MATERIAL PROVIDED
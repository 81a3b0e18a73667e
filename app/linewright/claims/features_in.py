"""Measured features in the form the engine weighs."""

from __future__ import annotations

import numpy as np

from .problem import FeatureData

SHALLOWEST, DEEPEST = 0.002, 0.98
MIN_FOR_WIDTHS = 40
BROAD = 1.25  # a feature this much broader than its like is a blend
EXCESS_SHARE = 0.25  # of the surplus width: how far its centroid may be off any one line
CROWD = 2.0  # widths
SHARED = ("blend", "wing", "fallback")
UNKNOWN_ERROR = 0.1  # Angstrom, where neither error nor width is known
LN10 = np.log(10.0)


def feature_data(features, overlapping: bool = False) -> FeatureData:
    """FeatureData of a FeatureTable: m = log10(d/(1-d)) of the depth in absorption,
    log10 of |equivalent width x continuum| in emission (line flux up to a constant)."""
    depth = np.clip(features.depth, SHALLOWEST, DEEPEST)
    absorption = np.log10(depth / (1.0 - depth))
    absorption_err = features.depth_err / (LN10 * depth * (1.0 - depth))
    scale = np.where(np.isfinite(features.continuum), np.abs(features.continuum), 1.0)
    flux = np.abs(features.ew) * scale
    with np.errstate(divide="ignore", invalid="ignore"):
        emission = np.where(flux > 0, np.log10(np.where(flux > 0, flux, 1.0)), np.nan)
        emission_err = features.ew_err / (LN10 * np.abs(features.ew))
    line = features.sign > 0
    strength = np.where(line, np.where(np.isfinite(features.depth), absorption, np.nan), emission)
    strength_err = np.where(line, absorption_err, emission_err)
    usual = usual_width(features.wave, features.fwhm, strength, features.sign)
    surplus = np.maximum(features.fwhm**2 - (BROAD * usual) ** 2, 0.0)
    surplus = np.minimum(surplus, usual**2)  # beyond that it is a band, not a blend of two
    return FeatureData(
        features.wave,
        position_error(features),
        features.fwhm,
        features.sign,
        strength,
        np.clip(np.nan_to_num(strength_err, nan=0.0), 0.0, 2.0),
        EXCESS_SHARE * np.sqrt(np.nan_to_num(surplus)),
        features.segment if overlapping else np.zeros(len(features), dtype=int),
        is_crowded(features),
    )


def position_error(features):
    """Centroid errors (Angstrom) fit for use: a fit whose error is missing or exceeds its
    width has failed, but its peak is still inside the line."""
    limit = 0.5 * np.where(features.fwhm > 0, features.fwhm, np.inf)
    error = np.where(features.wave_err > 0, features.wave_err, np.inf)
    best = np.minimum(error, limit)
    return np.where(np.isfinite(best), best, UNKNOWN_ERROR)


def is_crowded(features):
    """True where the nearest other feature is closer than CROWD widths, or a fit was shared."""
    wave = features.wave
    order = np.lexsort((wave, features.segment))
    step = np.abs(np.diff(wave[order]))
    gap = np.full(len(wave), np.inf)
    if len(step):
        gap[order[:-1]] = step
        gap[order[1:]] = np.minimum(gap[order[1:]], step)
    shared = np.array([any(w in flag for w in SHARED) for flag in features.flags], dtype=bool)
    return (gap < CROWD * np.nan_to_num(features.fwhm)) | shared


def usual_width(wave, fwhm, strength, sign):
    """FWHM (Angstrom) usual at each feature's strength: a running median over its like; NaN
    where too few are measured."""
    out = np.full(len(wave), np.nan)
    for s in (1, -1):
        rows = np.nonzero((sign == s) & np.isfinite(fwhm) & np.isfinite(strength) & (fwhm > 0))[0]
        if len(rows) < MIN_FOR_WIDTHS:
            continue
        order = rows[np.argsort(strength[rows], kind="stable")]
        out[order] = _running_median(fwhm[order] / wave[order]) * wave[order]
    return out


def _running_median(values):
    """Median in overlapping windows of about a tenth of the sample, interpolated."""
    size = max(len(values) // 10, 15)
    centres = np.arange(size // 2, len(values), max(size // 2, 1))
    levels = [np.median(values[max(c - size // 2, 0) : c + size // 2 + 1]) for c in centres]
    return np.interp(np.arange(len(values)), centres, levels)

TASK TO COMPLETE
An exact copy of every line above is what this asks for.

OUTPUT FOR THIS TASK
repository 81a3b0e18a73667e
filename app/linewright/claims/features_in.py
"""Measured features in the form the engine weighs."""

from __future__ import annotations

import numpy as np

from .problem import FeatureData

SHALLOWEST, DEEPEST = 0.002, 0.98
MIN_FOR_WIDTHS = 40
BROAD = 1.25  # a feature this much broader than its like is a blend
EXCESS_SHARE = 0.25  # of the surplus width: how far its centroid may be off any one line
CROWD = 2.0  # widths
SHARED = ("blend", "wing", "fallback")
UNKNOWN_ERROR = 0.1  # Angstrom, where neither error nor width is known
LN10 = np.log(10.0)


def feature_data(features, overlapping: bool = False) -> FeatureData:
    """FeatureData of a FeatureTable: m = log10(d/(1-d)) of the depth in absorption,
    log10 of |equivalent width x continuum| in emission (line flux up to a constant)."""
    depth = np.clip(features.depth, SHALLOWEST, DEEPEST)
    absorption = np.log10(depth / (1.0 - depth))
    absorption_err = features.depth_err / (LN10 * depth * (1.0 - depth))
    scale = np.where(np.isfinite(features.continuum), np.abs(features.continuum), 1.0)
    flux = np.abs(features.ew) * scale
    with np.errstate(divide="ignore", invalid="ignore"):
        emission = np.where(flux > 0, np.log10(np.where(flux > 0, flux, 1.0)), np.nan)
        emission_err = features.ew_err / (LN10 * np.abs(features.ew))
    line = features.sign > 0
    strength = np.where(line, np.where(np.isfinite(features.depth), absorption, np.nan), emission)
    strength_err = np.where(line, absorption_err, emission_err)
    usual = usual_width(features.wave, features.fwhm, strength, features.sign)
    surplus = np.maximum(features.fwhm**2 - (BROAD * usual) ** 2, 0.0)
    surplus = np.minimum(surplus, usual**2)  # beyond that it is a band, not a blend of two
    return FeatureData(
        features.wave,
        position_error(features),
        features.fwhm,
        features.sign,
        strength,
        np.clip(np.nan_to_num(strength_err, nan=0.0), 0.0, 2.0),
        EXCESS_SHARE * np.sqrt(np.nan_to_num(surplus)),
        features.segment if overlapping else np.zeros(len(features), dtype=int),
        is_crowded(features),
    )


def position_error(features):
    """Centroid errors (Angstrom) fit for use: a fit whose error is missing or exceeds its
    width has failed, but its peak is still inside the line."""
    limit = 0.5 * np.where(features.fwhm > 0, features.fwhm, np.inf)
    error = np.where(features.wave_err > 0, features.wave_err, np.inf)
    best = np.minimum(error, limit)
    return np.where(np.isfinite(best), best, UNKNOWN_ERROR)


def is_crowded(features):
    """True where the nearest other feature is closer than CROWD widths, or a fit was shared."""
    wave = features.wave
    order = np.lexsort((wave, features.segment))
    step = np.abs(np.diff(wave[order]))
    gap = np.full(len(wave), np.inf)
    if len(step):
        gap[order[:-1]] = step
        gap[order[1:]] = np.minimum(gap[order[1:]], step)
    shared = np.array([any(w in flag for w in SHARED) for flag in features.flags], dtype=bool)
    return (gap < CROWD * np.nan_to_num(features.fwhm)) | shared


def usual_width(wave, fwhm, strength, sign):
    """FWHM (Angstrom) usual at each feature's strength: a running median over its like; NaN
    where too few are measured."""
    out = np.full(len(wave), np.nan)
    for s in (1, -1):
        rows = np.nonzero((sign == s) & np.isfinite(fwhm) & np.isfinite(strength) & (fwhm > 0))[0]
        if len(rows) < MIN_FOR_WIDTHS:
            continue
        order = rows[np.argsort(strength[rows], kind="stable")]
        out[order] = _running_median(fwhm[order] / wave[order]) * wave[order]
    return out


def _running_median(values):
    """Median in overlapping windows of about a tenth of the sample, interpolated."""
    size = max(len(values) // 10, 15)
    centres = np.arange(size // 2, len(values), max(size // 2, 1))
    levels = [np.median(values[max(c - size // 2, 0) : c + size // 2 + 1]) for c in centres]
    return np.interp(np.arange(len(values)), centres, levels)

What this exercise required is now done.